Thank you! Without much thinking, I can attest that this type of recognition is a mixture between being intrinsically driven to find answers to flaming questions, having equally motivated colleagues that push things forward with you, and a bit of luck to have interested stakeholders that recognize that, indeed, what we do is of value.
I feel that the most important ingredient of all is to be burning to discover that piece of the puzzle that is currently missing from the bigger picture. Which leads to the next, and the next. And new knowledge is created every time.

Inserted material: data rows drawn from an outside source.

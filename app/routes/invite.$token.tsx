import { data, redirect } from "react-router";
import { z } from "zod";
import { auth } from "~/.server/auth";
import { acceptInvitation, invitationByToken } from "~/.server/team/invitations";
import { NewPasswordFields, PublicCard, PublicForm, PublicNotice, TextField } from "~/components/mail/public-card";
import { fieldErrorsOf, newPasswordFields, passwordMismatch, passwordsMatch } from "~/lib/account-forms";
import { ROLE_LABELS } from "~/lib/roles";
import type { Route } from "./+types/invite.$token";

export const meta: Route.MetaFunction = () => [{ title: "Join your team · Patina" }];

const tokenParams = z.object({ token: z.string().regex(/^[A-Za-z0-9_-]{20,100}$/, { error: "not an invitation link" }) });

const acceptSchema = z
  .object({
    name: z.string().trim().min(1, { error: "Enter your name as your team should see it." }).max(200, { error: "Use at most 200 characters." }),
    ...newPasswordFields,
  })
  .refine(passwordsMatch, passwordMismatch);

export async function loader({ params }: Route.LoaderArgs) {
  const parsed = tokenParams.safeParse(params);
  if (!parsed.success) return { invitation: { state: "unknown" as const } };
  const invitation = await invitationByToken(parsed.data.token);
  return {
    invitation:
      invitation.state === "open"
        ? { ...invitation, roleLabel: ROLE_LABELS[invitation.role], expiresAt: invitation.expiresAt.toISOString() }
        : invitation,
  };
}

export async function action({ request, params }: Route.ActionArgs) {
  const token = tokenParams.safeParse(params);
  if (!token.success) return data({ fieldErrors: {}, formError: "This invitation link is not valid." }, { status: 404 });
  const parsed = acceptSchema.safeParse(Object.fromEntries(await request.formData()));
  if (!parsed.success) return data({ fieldErrors: fieldErrorsOf(parsed.error.issues), formError: null }, { status: 400 });

  const accepted = await acceptInvitation(token.data.token, parsed.data);
  if (!accepted.ok) {
    const status = accepted.reason === "unknown" ? 404 : accepted.reason === "account_exists" ? 409 : 410;
    return data({ fieldErrors: {}, formError: accepted.message }, { status });
  }
  const signedIn = await auth().api.signInEmail({
    body: { email: accepted.email, password: parsed.data.password },
    headers: request.headers,
    asResponse: true,
  });
  if (!signedIn.ok) return redirect("/sign-in");
  const headers = new Headers();
  for (const cookie of signedIn.headers.getSetCookie()) headers.append("Set-Cookie", cookie);
  return redirect("/", { headers });
}

const closedMessages = {
  unknown: "This invitation link is not valid. Ask the person who invited you for a new one.",
  expired: "This invitation has expired. Ask the person who invited you for a new one.",
  used: "This invitation has already been used.",
} as const;

export default function Invite({ loaderData, actionData }: Route.ComponentProps) {
  const { invitation } = loaderData;
  if (invitation.state !== "open") {
    return <PublicNotice title="Invitation" message={closedMessages[invitation.state]} next={{ to: "/sign-in", label: "Go to sign-in" }} />;
  }
  const fieldErrors: Record<string, string | undefined> = actionData?.fieldErrors ?? {};
  return (
    <PublicCard title={`Join ${invitation.companyName}`}>
      <p className="text-sm text-muted">
        You are invited as <strong className="text-ink">{invitation.roleLabel.toLowerCase()}</strong> with the address{" "}
        <strong className="text-ink">{invitation.email}</strong>. Choose your name and a password.
      </p>
      <PublicForm formError={actionData?.formError} submit="Join and sign in" busyText="Creating your account…">
        <TextField name="name" label="Your name" autoComplete="name" error={fieldErrors.name} />
        <NewPasswordFields label="Password" errors={fieldErrors} />
      </PublicForm>
    </PublicCard>
  );
}

export { ErrorPage as ErrorBoundary } from "~/components/error-panel";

Such a creative process. And as such, it comes with impasses, but also perks when recognition comes. One thing I would advise to early-career researchers, then, is to keep fostering their “why”. Once curiosity stays on the table, all what follows will be naturally ignited: funding will be obtained, data will be collected, data will be analysed (again and again), and new knowledge will emerge.
And I could not advise more the need of open science practices. Pre-register the hypotheses. In other words, bet against yourself and let the data inform your initial intuition.
Be prepared having made an inapt prediction, this by itself means something. Stay challenged and don’t take things personally, because, it’s not about you. It’s about the process of creating something new. And, like in many cases in history of science, many pioneers had to be proven wrong to get things right.